Tulio Ramos Mancilla

Tulio Ramos Mancilla

Columna: Toma de Posiciones

e-mail: tramosmancilla@hotmail.com

Twitter: @TulioRamosM



Todavía no se sabe muy bien si lo que pasó en la instalación de la nueva legislatura del Congreso de la República, el pasado 20 de julio, fue un certero acto de componenda política del experimentado Iván Name a partir del trabajo previo de los votos, o si más bien todo se trató de una pesca en río revuelto a la más vieja usanza, para la que sirve el anzuelo de agua dulce con punta estilo “divide y vencerás”. Quién puede saberlo: acaso los que coinciden allá adentro cuando les toca ir. Desde aquí afuera lo que alcanzó a otearse es que el elíptico era un salón incomprensiblemente confundido por tener que esperar al presidente de la República, como si no se supiera de antemano que él ni una cita de este tipo puede cumplir a tiempo, para luego entregarse al sopor de su cansada perorata etérea del fin del mundo, mientras en Colombia los negocios urgentes de cada día andan huérfanos. 

Es probable que la elección de Name como presidente del Senado se haya debido simplemente a una combinación de las circunstancias que le fueron favorables en ese momento definitivo: la aparente traición del Gobierno a Inti Asprilla, quien al borde de un llanto infantil se relamía las heridas en público; la excesiva confianza de Angélica Lozano, beneficiaria de la jugadita a su colega Asprilla; y quizás la propia alocución radical e intransigente del presidente Gustavo Petro, que en nada ayudó a enviar señales de moderación y buen gobierno (más de lo mismo de este primer año de administración que termina). Sumadas las ventajas dadas, la cohesión de tales con la propuesta del autoproclamado candidato Name quizás se diera gracias a su verbo encendido de otras épocas, cuando no se podía ser político si no se declamaba fuerte y claro, a lo mejor mediando algún traguito.

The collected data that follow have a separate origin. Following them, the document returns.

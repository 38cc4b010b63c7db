"""The daemon's running parts and who owns what.

Tasks (all in one asyncio loop, each guarded: an unexpected error turns the heater off and stops the daemon
with a failure code, so systemd restarts it in the safe state):
- link: opens the front end, reads frames, reconnects after an unplug; never re-arms.
- lease: renews the heater lease while the heater should be on; with a SCPI supply as the power source, it
  runs the software constant-power loop instead (one step per period).
- watch: stale data, frame loss, arming and heating-time limits; pings the systemd watchdog while healthy.
- flush: commits pending samples every FLUSH_INTERVAL_S and publishes what is committed.
The run controller is the only thing that asks for heater power; ``trip`` is the
one path to the safe state and may be called any number of times. Besides the store's writer and the final
reduction, one more thread: the stop verdict's judgements (``OrderedWorker``), in checkpoint order, so a fast
simulated rig never holds the loop (the verdict's time is its checkpoint's, whenever the judgement finishes).

The rig service owns the devices, the sample pipeline and the safe state. Runs and series (checking a request,
opening a run, the next cycle, the final reduction) belong to the run keeper (``daemon/run_keeper.py``); the
service answers the run requests by handing them to it.
"""

from __future__ import annotations

import asyncio
import contextlib
import json
import logging
import math
import os
import time
from collections import deque
from dataclasses import dataclass, field
from typing import Any

import numpy as np

from linerig.daemon import sdnotify
from linerig.daemon.api import Hub, Peer
from linerig.daemon.controller import RunController, RunPlan, RunState
from linerig.daemon.errors import RigError
from linerig.daemon.probe import ProbeProfile
from linerig.daemon.rig import messages as m
from linerig.daemon.rig.frontend import FrontEnd, FrontEndHandlers
from linerig.daemon.rig.heater import ScpiHeater, open_scpi_heater
from linerig.daemon.rig.scpi import ScpiError, SupplyLimits
from linerig.daemon.rig.transport import SerialTransport
from linerig.daemon.run_keeper import RunKeeper
from linerig.daemon.safety import (
    DeviceClockWatch,
    FrameLossWindow,
    Limits,
    SampleView,
    ShortfallWatch,
    check_arming,
    check_heater_response,
    check_link,
    check_precheck,
    check_sample,
)
from linerig.daemon.store.writer import FLUSH_INTERVAL_S, Store, StoreError
from linerig.daemon.threads import OrderedWorker

log = logging.getLogger("linerigd")

WATCH_PERIOD_S = 0.1
PRE_HEAT_SAMPLES = 10  # readings averaged for each sensor's level at heater on (the response check's zero)
FORCE_OFF_HOLD_S = 10.0  # OFF is repeated this long after a heater-on nobody here asked for (no source)


@dataclass
class DaemonSettings:
    frontend_url: str
    probe: ProbeProfile
    limits: Limits = field(default_factory=Limits)
    rate_hz: float = 1.0
    default_plan: RunPlan = field(default_factory=RunPlan)
    presets: dict[str, RunPlan] = field(default_factory=dict)
    simulated_material: str | None = None
    probes: tuple[ProbeProfile, ...] = ()
    config_source: str = "<defaults>"
    frontend_baud: int = 115200
    supply_url: str | None = None
    """A SCPI bench supply that heats the probe instead of the front end; the front end still measures."""
    supply_baud: int = 9600
    supply_limits: SupplyLimits | None = None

No pretendo afirmar con esto que se es mejor político (es decir, representante legítimo del pueblo) si se habla articuladamente y sin dudas ante una multitud, o que de ello se desprenda necesariamente la conclusión apresurada de que el orador de raza posee virtudes intelectuales o morales superiores. De hecho, creo que puede ser lo opuesto. La cuestión es que no me imagino a todos estos recientes soldaditos de las causas puras e incontrovertibles por las que se hacen votar persuadiendo a una plaza brava (y, así, exponiéndose al desmentido de sus enemigos en “tiempo real”) sin papel en mano, sin la cámara del celular como audiencia, careciendo de la ayuda de sus equipos humanos y técnicos, solos, como Dios quiso que se viera al miedo en este valle de lágrimas.

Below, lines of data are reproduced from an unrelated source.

"""The recovery after switch-off, alone (through the origin) and jointly with the heating window (one k).

The recovery window is where the probe model (or the line's intercept α) predicts the recovery's line to hold;
see ``cooling`` and METHODS.md, "Recovery".
"""

from __future__ import annotations

import numpy as np

from .. import window as win
from ..cooling import RecoveryWindow, choose_recovery_window, fit_joint, fit_recovery, recovery_candidates
from ..linesource import ALPHA_MAX, ALPHA_MIN
from ..record import SensorRecord
from ..superposition import compress_steps
from .base import Estimate, Found, MethodResult, Options

MODEL_LINE_REL = 0.03  # model and line k differ by more than this: the line's α is tried as well (no source)


def heating_reference(found: Found) -> MethodResult | None:
    """The heating result the recovery is read against: the line when it worked, else the probe model."""
    return found.converged("line") or found.converged("model")


class RecoveryMethod:
    """Heater sensor, heater switched off: ΔT = X/(4πk) through the origin on the recovery window."""

    name = "recovery"

    def fit(self, rec: SensorRecord, opts: Options, found: Found) -> MethodResult | None:
        run, g = rec.run, rec.geometry
        ref = heating_reference(found)
        if run.t_off is None or not g.on_heater or ref is None or ref.window_s is None:
            return None
        t, t_off = run.t, run.t_off
        after = np.nonzero((t > t_off) & (run.q > 0))[0]
        t_last = float(t[after[0] - 1]) if after.size else float(t[-1])
        cand = recovery_candidates(t, run.Q, t_off, t_last)
        # without a baseline the zero of ΔT is unknown: keep a free offset, judge the slope
        free = not rec.baseline.present
        try:
            cw = _recovery_window(rec, t[cand], ref.window_s[0], found, free)
            fit = fit_recovery(t, rec.dT, run.X, run.Q, cw.t_start, cw.t_end, rec.baseline.rate_u_K_per_s,
                               free_offset=free, level_u_K=rec.baseline.offset_u_K, window_u_rel=cw.window_u_rel)
        except ValueError as e:
            notes = [f"recovery not analysed: {e}"] if np.count_nonzero(t > t_off) > 0 else []
            return MethodResult(self.name, None, converged=False, why=str(e), notes=notes)
        k = Estimate(fit.k_W_per_mK, {"statistical": fit.k_u_stat_W_per_mK / fit.k_W_per_mK,
                                      "window": fit.window_u_rel}, "recovery")
        return MethodResult(self.name, k, window_s=fit.window_s, residual_rms_K=fit.resid_rms_K, n_used=fit.n,
                            why=cw.reason, fit=fit)


class JointMethod:
    """Heating window and recovery window fitted together with one k."""

    name = "joint"

    def fit(self, rec: SensorRecord, opts: Options, found: Found) -> MethodResult | None:
        recovery, ref = found.converged("recovery"), heating_reference(found)
        if recovery is None or ref is None or ref.window_s is None:
            return None
        run = rec.run
        cw = recovery.fit
        try:
            fit = fit_joint(run.t, rec.dT, run.X, run.Q, ref.window_s, cw.window_s, rec.baseline.rate_u_K_per_s,
                            free_offset=cw.free_offset, level_u_K=rec.baseline.offset_u_K,
                            window_u_rel=cw.window_u_rel)
        except ValueError as e:
            return MethodResult(self.name, None, converged=False, why=str(e), notes=[f"recovery not analysed: {e}"])
        k = Estimate(fit.k_W_per_mK, {"statistical": fit.k_u_stat_W_per_mK / fit.k_W_per_mK,
                                      "window": fit.window_u_rel}, "joint heating and recovery")
        return MethodResult(self.name, k, window_s=fit.window_s, residual_rms_K=fit.resid_rms_K, n_used=fit.n,
                            fit=fit)


def _recovery_window(rec: SensorRecord, t_rec: np.ndarray, heat_start: float, found: Found,
                     free: bool) -> RecoveryWindow:
    """The recovery window from the first step model that gives one (see ``cooling.choose_recovery_window``)."""
    run = rec.run
    t_off = run.t_off
    assert t_off is not None
    step_models = _step_models(rec, found)
    if not step_models or t_rec.size == 0:
        return choose_recovery_window(t_rec, None, t_off, heat_start)
    keep = run.steps_t <= t_off
    st, sdq = compress_steps(run.steps_t[keep], run.steps_dq[keep])
    failed: list[ValueError] = []
    for m in step_models:
        level_err, slope_err = win.recovery_errors(t_rec, st, sdq, m)
        try:
            return choose_recovery_window(t_rec, slope_err if free else level_err, t_off, heat_start)
        except ValueError as e:
            failed.append(e)
    raise failed[0]


def _step_models(rec: SensorRecord, found: Found) -> list[win.StepModel]:
    """Probe and medium for the recovery window, from the same sources as the heating window's rule, in order.

    The probe-model fit when it converged (α, h; α_J from its k/α). The line's intercept α with h = 0 when there
    is no model, or as a second choice when the model and the line disagree by more than 3 %: a heating the two
    read differently (a power log that was wrong for a while) can leave the model an α far off, and the recovery
    is what should show the disagreement. A Blackwell cylinder when the probe's heat capacity is known, an ideal
    line at the radius otherwise.
    """
    g = rec.geometry
    a_m, probe_C = g.probe_radius_m, g.probe_C_J_per_m3K
    if a_m is None:
        return []
    model, line = found.converged("model"), found.converged("line")
    sources: list[tuple[float, float, float]] = []
    if model is not None and model.fit.alpha_m2_per_s > 0:
        sources.append((model.fit.alpha_m2_per_s, model.fit.h, model.fit.k_W_per_mK))
    lf = line.fit if line is not None else None
    if lf is not None and lf.alpha_m2_per_s and (
            not sources or abs(sources[0][2] / lf.k_W_per_mK - 1) > MODEL_LINE_REL):
        sources.append((lf.alpha_m2_per_s, 0.0, lf.k_W_per_mK))
    out = []
    for alpha, h, k in sources:
        alpha = min(max(alpha, ALPHA_MIN), ALPHA_MAX)
        out.append(win.StepModel(alpha, a_m, 2.0 * (k / alpha) / probe_C if probe_C else None, h, g.length_m,
                                 g.axial_m))
    return out
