"""How close the run is to each of the daemon's limits, worked out from ``LiveState`` and shown as bars.

Each row carries a word and a symbol as well as a colour, so the verdict reads on a monochrome terminal.
"""

from __future__ import annotations

import math
from dataclasses import dataclass

import numpy as np
from rich.text import Text
from textual.widgets import Static

from linerig.tui.screens.live_state import LiveState

NEAR_FRACTION = 0.8  # a limit counts as "near" at 80 % of the way there (common practice, no source)
VERDICT = {"ok": ("✓", "ok", "green"), "near": ("!", "near", "yellow"), "over": ("✗", "OVER", "bold red"),
           "n/a": ("·", "n/a", "dim")}


@dataclass(frozen=True)
class Headroom:
    """One limit: where the run is, where the limit is, and how much of the way it has used."""

    name: str
    now: str
    limit: str
    used: float  # 0 … 1+ of the way from the start to the limit; NaN when unknown

    @property
    def verdict(self) -> str:
        if not math.isfinite(self.used):
            return "n/a"
        if self.used >= 1.0:
            return "over"
        return "near" if self.used >= NEAR_FRACTION else "ok"


def headroom_rows(live: LiveState) -> list[Headroom]:
    """Rise, probe temperature, battery, heating time and power against the limits in ``status()``."""
    lim = live.limits
    tr = live.trace
    rows: list[Headroom] = []
    if "max_rise_K" in lim:
        rise = tr.max_rise_K() if tr is not None else math.nan
        est = live.estimate
        if not math.isfinite(rise) and est and isinstance(est.get("rise_K"), int | float):
            rise = float(est["rise_K"])
        heating_seen = tr is not None and tr.heat_start_device_s is not None
        rows.append(Headroom("rise", f"{rise:.2f} K" if math.isfinite(rise) else "—", f"{lim['max_rise_K']:.1f} K",
                             max(rise, 0.0) / lim["max_rise_K"] if heating_seen and math.isfinite(rise)
                             else math.nan))
    hot = live.hottest_C()
    if "max_probe_C" in lim and hot is not None:
        start = math.nan
        if tr is not None and tr.temps:
            base = tr.baseline_C()
            finite = base[np.isfinite(base)]
            start = float(finite.max()) if finite.size else math.nan
        span = lim["max_probe_C"] - (start if math.isfinite(start) else 0.0)
        used = (hot - (start if math.isfinite(start) else 0.0)) / span if span > 0 else 1.0
        rows.append(Headroom("probe", f"{hot:.1f} °C", f"{lim['max_probe_C']:.0f} °C", max(used, 0.0)))
    volts = live.supply_V()
    if "min_supply_V" in lim and volts is not None:
        margin = volts - lim["min_supply_V"]
        # a 12 V pack has about 2 V between full and its cut-off (common practice, no source)
        used = 1.0 - margin / 2.0 if margin > 0 else 1.0
        rows.append(Headroom("battery", f"{volts:.2f} V", f"≥{lim['min_supply_V']:.1f} V", max(used, 0.0)))
    heat_el = live.heating_elapsed_s
    if "max_heating_s" in lim:
        used = heat_el / lim["max_heating_s"] if heat_el is not None else math.nan
        rows.append(Headroom("heating", f"{heat_el:.0f} s" if heat_el is not None else "—",
                             f"{lim['max_heating_s']:.0f} s", used))
    return rows


def bar(used: float, width: int = 8) -> str:
    if not math.isfinite(used):
        return "·" * width
    filled = min(width, max(0, round(used * width)))
    return "█" * filled + "░" * (width - filled)


class HeadroomReadout(Static):
    """Headroom to each limit, one line per limit."""

    DEFAULT_CSS = "HeadroomReadout { height: auto; }"

    def show(self, live: LiveState, wide: bool = False) -> None:
        text = Text("HEADROOM TO LIMITS", style="bold underline")
        for row in headroom_rows(live):
            sym, word, style = VERDICT[row.verdict]
            text.append("\n")
            text.append(f"{sym} {row.name:<7}", style=style)
            text.append(f" {row.now:>7}/{row.limit:<7}")
            if wide:
                text.append(f" {bar(row.used)}", style=style)
            text.append(f" {word}", style=style)
        self.update(text)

La vasta mayoría de los que ahora resultan elegidos para hacer oír la voz de sus electores ni se preocupa por cultivarse en eso que los llamados políticos tradicionales se esforzaban por demostrar antes en cuanto zafarrancho electoral había, aunque en realidad muy poco fuera como parecía ser: coraje para prevalecer en la cara del contrario. En su lugar, esta novísima política se concentra en mostrarse más sincera, y por eso insinúa no necesitar de proclamas, sino de ideas, como si no dependieran las unas de las otras; pero acaso esta tampoco será la salida para el duro diferendo social colombiano. Si lo fuera, ello significaría que es dable impostar el liderazgo, y, con él, el valor.